Required work
From the first line to the last, print the data exactly as written.
+ + + +
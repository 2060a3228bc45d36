"""Which coherent errors build up over repetitions of a cycle and which are echoed away.

Each coherent knob (family, knob) of one cycle gives a Hamiltonian error H_k pushed to the end of
the cycle (first order, Blume-Kohout et al., "A taxonomy of small Markovian errors", PRX Quantum 3,
020335 (2022)). Over N cycles it sums to S_N(H_k) = Σ_{j<N} U_c^j H_k U_c^{-j} (design.md §4,
:mod:`budget.engines.matrices.periodic`): the part of H_k that commutes with the cycle grows as N ("builds
up", ``growing_rad`` per cycle), the rest stays bounded by ``bounded_rad`` ("echoed away"). Both
are in radians, normalised like a Pauli amplitude, so that knob alone costs
(N · growing)² + b(N)², 0 <= b(N) <= bounded, of process infidelity to first order.

The cycle is propagated densely by the generators engine's propagation (2^n x 2^n matrices, at
most :data:`MAX_QUBITS` qubits); inner repeats use the periodic closed form, so they are not unrolled.
"""

from __future__ import annotations

from dataclasses import dataclass
import numpy as np

from budget.engines.matrices.channels import Grouping, content_cache
from budget.engines.generators.dense import DenseBlock, DensePropagator
from budget.engines.matrices.periodic import accumulation_split, cycle_basis
from budget.errors.noisy import NoisyCircuit, NoisyOperation

MAX_QUBITS = 10
MAX_WORK = 2e7
"""Largest gate applications x 4^n (dense conjugations) for the cycle analysis: about 10 s on the
test machine (the 10-qubit public adder, 137 gates x 4^10, took 66 s; docs/benchmarks.md)."""
_REL_TOL = 1e-9  # relative to the knob's own size per cycle: below this a part counts as absent


@dataclass(frozen=True)
class Component:
    """One coherent knob's behaviour under repetition.

    Attributes:
        name: ``"family.knob"`` (e.g. ``"cz.cphase"``).
        growing_rad: the part that commutes with the cycle, added every cycle.
        bounded_rad: the largest size the rest ever reaches.
    """

    name: str
    growing_rad: float
    bounded_rad: float
    local_rad: float = 1.0

    @property
    def builds_up(self) -> bool:
        return self.growing_rad > _REL_TOL * self.local_rad

    @property
    def behaviour(self) -> str:
        """Plain words: builds up, echoed away, or cancels within each cycle."""
        if self.builds_up:
            onset = self.bounded_rad / self.growing_rad
            return f"builds up, dominant beyond N ≈ {onset:.3g}" if onset > 2 else "builds up (∝ N)"
        if self.bounded_rad > _REL_TOL * self.local_rad:
            return "echoed away (stays bounded)"
        return "cancels within each cycle (to first order)"

    def to_dict(self) -> dict:
        return {
            "name": self.name,
            "growing_rad": self.growing_rad,
            "bounded_rad": self.bounded_rad,
            "local_rad": self.local_rad,
            "builds_up": self.builds_up,
            "behaviour": self.behaviour,
        }


@dataclass(frozen=True)
class CycleErrors:
    """A cycle's ideal unitary and each knob's first-order Hamiltonian pushed to the cycle's end.

    Attributes:
        unitary: U_c (d x d).
        names: ``"family.knob"`` per Hamiltonian.
        hamiltonians: shape (K, d, d), H_k in radians (value times propagated unit generator).
        local_rad: per name, Σ over the cycle's operations of the knob's own amplitude
            |value| · sqrt(Σ_P g_P²) before propagation (the scale of "nothing left").
    """

    unitary: np.ndarray
    names: tuple[str, ...]
    hamiltonians: np.ndarray
    local_rad: tuple[float, ...] = ()

    def components(self) -> tuple[Component, ...]:
        """Every knob's split, the largest long-run contributors first."""
        basis = cycle_basis(self.unitary)
        out = [
            Component(name, *accumulation_split(basis, h), local)
            for name, h, local in zip(self.names, self.hamiltonians, self.local_rad)
            if local > 0
        ]
        return tuple(sorted(out, key=lambda c: (-c.growing_rad, -c.bounded_rad, c.name)))


def _op_terms(nop: NoisyOperation) -> list[tuple[str, dict[str, float], float]]:
    """(``"family.knob"``, Pauli generator, knob value) per knob; an operation with a Hamiltonian
    but no knob generators gives ``"family.pauli"`` with its exact Hamiltonian at value 1."""
    if nop.knob_generators:
        return [(f"{nop.family}.{k}", g, float(nop.knob_values.get(k, 0.0))) for k, g in nop.knob_generators.items()]
    if nop.hamiltonian:
        return [(f"{nop.family}.pauli", nop.hamiltonian, 1.0)]
    return []


def _by_knob(nop: NoisyOperation) -> list[tuple[str, dict[str, float]]]:
    """Grouping for :func:`budget.engines.matrices.channels.content_cache`: each knob's Hamiltonian, value
    times generator, under ``"family.knob"``."""
    return [(name, {p: c * scale for p, c in gen.items()}) for name, gen, scale in _op_terms(nop)]


def _propagate(block: NoisyCircuit, grouping: Grouping) -> DenseBlock:
    """The cycle's ideal unitary and each group's Hamiltonian pushed to its end, by the generators
    engine's dense propagation (:class:`budget.engines.generators.dense.DensePropagator`: per layer
    H <- U_L H U_L† + Σ_op H_op; a repeat of N adds U_b^N H U_b^{-N} + S_N(H_b) in closed form)."""
    n = block.num_qubits
    return DensePropagator(n, content_cache(n, grouping)).block(block.body)


def _check_size(block: NoisyCircuit) -> None:
    if block.num_qubits > MAX_QUBITS:
        raise ValueError(f"{block.source}: {block.num_qubits} qubits; the cycle analysis needs at most {MAX_QUBITS}")


def cycle_errors(block: NoisyCircuit) -> CycleErrors:
    """Propagate every knob's first-order Hamiltonian through one cycle (see module docstring).

    Raises:
        ValueError: more than :data:`MAX_QUBITS` qubits.
    """
    _check_size(block)
    dense = _propagate(block, _by_knob)
    u = dense.unitary
    local: dict[str, float] = {}
    for layer, mult in block.multiplicities():
        for nop in layer.sites:
            for name, gen, scale in _op_terms(nop):
                size = abs(scale) * float(np.sqrt(sum(c * c for c in gen.values())))
                local[name] = local.get(name, 0.0) + mult * size
    names = tuple(sorted(dense.keys))
    d = u.shape[0]
    stack = np.array([dense.group(k) for k in names]) if names else np.zeros((0, d, d), dtype=complex)
    return CycleErrors(u, names, stack, tuple(local.get(k, 0.0) for k in names))


def components_or_note(block: NoisyCircuit, metric: str) -> tuple[tuple[Component, ...], str | None]:
    """The components of ``block`` or, when the cycle is too large, none and a note in words."""
    if block.num_qubits > MAX_QUBITS:
        return (), (
            f"which errors build up versus echo away is computed for cycles of up to {MAX_QUBITS} qubits; "
            f"this one has {block.num_qubits}"
        )
    work = sum(len(layer.operations) for layer in block.distinct_layers()) * 4.0**block.num_qubits
    if work > MAX_WORK:
        return (), (
            f"which errors build up versus echo away is left out: the dense cycle analysis of these "
            f"{block.num_qubits} qubits would take about {work / MAX_WORK * 10:.0f} s"
        )
    return cycle_errors(block).components(), None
+ + + +
Solution to the exercise
repository 2060a3228bc45d36
"""Which coherent errors build up over repetitions of a cycle and which are echoed away.

Each coherent knob (family, knob) of one cycle gives a Hamiltonian error H_k pushed to the end of
the cycle (first order, Blume-Kohout et al., "A taxonomy of small Markovian errors", PRX Quantum 3,
020335 (2022)). Over N cycles it sums to S_N(H_k) = Σ_{j<N} U_c^j H_k U_c^{-j} (design.md §4,
:mod:`budget.engines.matrices.periodic`): the part of H_k that commutes with the cycle grows as N ("builds
up", ``growing_rad`` per cycle), the rest stays bounded by ``bounded_rad`` ("echoed away"). Both
are in radians, normalised like a Pauli amplitude, so that knob alone costs
(N · growing)² + b(N)², 0 <= b(N) <= bounded, of process infidelity to first order.

The cycle is propagated densely by the generators engine's propagation (2^n x 2^n matrices, at
most :data:`MAX_QUBITS` qubits); inner repeats use the periodic closed form, so they are not unrolled.
"""

from __future__ import annotations

from dataclasses import dataclass
import numpy as np

from budget.engines.matrices.channels import Grouping, content_cache
from budget.engines.generators.dense import DenseBlock, DensePropagator
from budget.engines.matrices.periodic import accumulation_split, cycle_basis
from budget.errors.noisy import NoisyCircuit, NoisyOperation

MAX_QUBITS = 10
MAX_WORK = 2e7
"""Largest gate applications x 4^n (dense conjugations) for the cycle analysis: about 10 s on the
test machine (the 10-qubit public adder, 137 gates x 4^10, took 66 s; docs/benchmarks.md)."""
_REL_TOL = 1e-9  # relative to the knob's own size per cycle: below this a part counts as absent


@dataclass(frozen=True)
class Component:
    """One coherent knob's behaviour under repetition.

    Attributes:
        name: ``"family.knob"`` (e.g. ``"cz.cphase"``).
        growing_rad: the part that commutes with the cycle, added every cycle.
        bounded_rad: the largest size the rest ever reaches.
    """

    name: str
    growing_rad: float
    bounded_rad: float
    local_rad: float = 1.0

    @property
    def builds_up(self) -> bool:
        return self.growing_rad > _REL_TOL * self.local_rad

    @property
    def behaviour(self) -> str:
        """Plain words: builds up, echoed away, or cancels within each cycle."""
        if self.builds_up:
            onset = self.bounded_rad / self.growing_rad
            return f"builds up, dominant beyond N ≈ {onset:.3g}" if onset > 2 else "builds up (∝ N)"
        if self.bounded_rad > _REL_TOL * self.local_rad:
            return "echoed away (stays bounded)"
        return "cancels within each cycle (to first order)"

    def to_dict(self) -> dict:
        return {
            "name": self.name,
            "growing_rad": self.growing_rad,
            "bounded_rad": self.bounded_rad,
            "local_rad": self.local_rad,
            "builds_up": self.builds_up,
            "behaviour": self.behaviour,
        }


@dataclass(frozen=True)
class CycleErrors:
    """A cycle's ideal unitary and each knob's first-order Hamiltonian pushed to the cycle's end.

    Attributes:
        unitary: U_c (d x d).
        names: ``"family.knob"`` per Hamiltonian.
        hamiltonians: shape (K, d, d), H_k in radians (value times propagated unit generator).
        local_rad: per name, Σ over the cycle's operations of the knob's own amplitude
            |value| · sqrt(Σ_P g_P²) before propagation (the scale of "nothing left").
    """

    unitary: np.ndarray
    names: tuple[str, ...]
    hamiltonians: np.ndarray
    local_rad: tuple[float, ...] = ()

    def components(self) -> tuple[Component, ...]:
        """Every knob's split, the largest long-run contributors first."""
        basis = cycle_basis(self.unitary)
        out = [
            Component(name, *accumulation_split(basis, h), local)
            for name, h, local in zip(self.names, self.hamiltonians, self.local_rad)
            if local > 0
        ]
        return tuple(sorted(out, key=lambda c: (-c.growing_rad, -c.bounded_rad, c.name)))


def _op_terms(nop: NoisyOperation) -> list[tuple[str, dict[str, float], float]]:
    """(``"family.knob"``, Pauli generator, knob value) per knob; an operation with a Hamiltonian
    but no knob generators gives ``"family.pauli"`` with its exact Hamiltonian at value 1."""
    if nop.knob_generators:
        return [(f"{nop.family}.{k}", g, float(nop.knob_values.get(k, 0.0))) for k, g in nop.knob_generators.items()]
    if nop.hamiltonian:
        return [(f"{nop.family}.pauli", nop.hamiltonian, 1.0)]
    return []


def _by_knob(nop: NoisyOperation) -> list[tuple[str, dict[str, float]]]:
    """Grouping for :func:`budget.engines.matrices.channels.content_cache`: each knob's Hamiltonian, value
    times generator, under ``"family.knob"``."""
    return [(name, {p: c * scale for p, c in gen.items()}) for name, gen, scale in _op_terms(nop)]


def _propagate(block: NoisyCircuit, grouping: Grouping) -> DenseBlock:
    """The cycle's ideal unitary and each group's Hamiltonian pushed to its end, by the generators
    engine's dense propagation (:class:`budget.engines.generators.dense.DensePropagator`: per layer
    H <- U_L H U_L† + Σ_op H_op; a repeat of N adds U_b^N H U_b^{-N} + S_N(H_b) in closed form)."""
    n = block.num_qubits
    return DensePropagator(n, content_cache(n, grouping)).block(block.body)


def _check_size(block: NoisyCircuit) -> None:
    if block.num_qubits > MAX_QUBITS:
        raise ValueError(f"{block.source}: {block.num_qubits} qubits; the cycle analysis needs at most {MAX_QUBITS}")


def cycle_errors(block: NoisyCircuit) -> CycleErrors:
    """Propagate every knob's first-order Hamiltonian through one cycle (see module docstring).

    Raises:
        ValueError: more than :data:`MAX_QUBITS` qubits.
    """
    _check_size(block)
    dense = _propagate(block, _by_knob)
    u = dense.unitary
    local: dict[str, float] = {}
    for layer, mult in block.multiplicities():
        for nop in layer.sites:
            for name, gen, scale in _op_terms(nop):
                size = abs(scale) * float(np.sqrt(sum(c * c for c in gen.values())))
                local[name] = local.get(name, 0.0) + mult * size
    names = tuple(sorted(dense.keys))
    d = u.shape[0]
    stack = np.array([dense.group(k) for k in names]) if names else np.zeros((0, d, d), dtype=complex)
    return CycleErrors(u, names, stack, tuple(local.get(k, 0.0) for k in names))


def components_or_note(block: NoisyCircuit, metric: str) -> tuple[tuple[Component, ...], str | None]:
    """The components of ``block`` or, when the cycle is too large, none and a note in words."""
    if block.num_qubits > MAX_QUBITS:
        return (), (
            f"which errors build up versus echo away is computed for cycles of up to {MAX_QUBITS} qubits; "
            f"this one has {block.num_qubits}"
        )
    work = sum(len(layer.operations) for layer in block.distinct_layers()) * 4.0**block.num_qubits
    if work > MAX_WORK:
        return (), (
            f"which errors build up versus echo away is left out: the dense cycle analysis of these "
            f"{block.num_qubits} qubits would take about {work / MAX_WORK * 10:.0f} s"
        )
    return cycle_errors(block).components(), None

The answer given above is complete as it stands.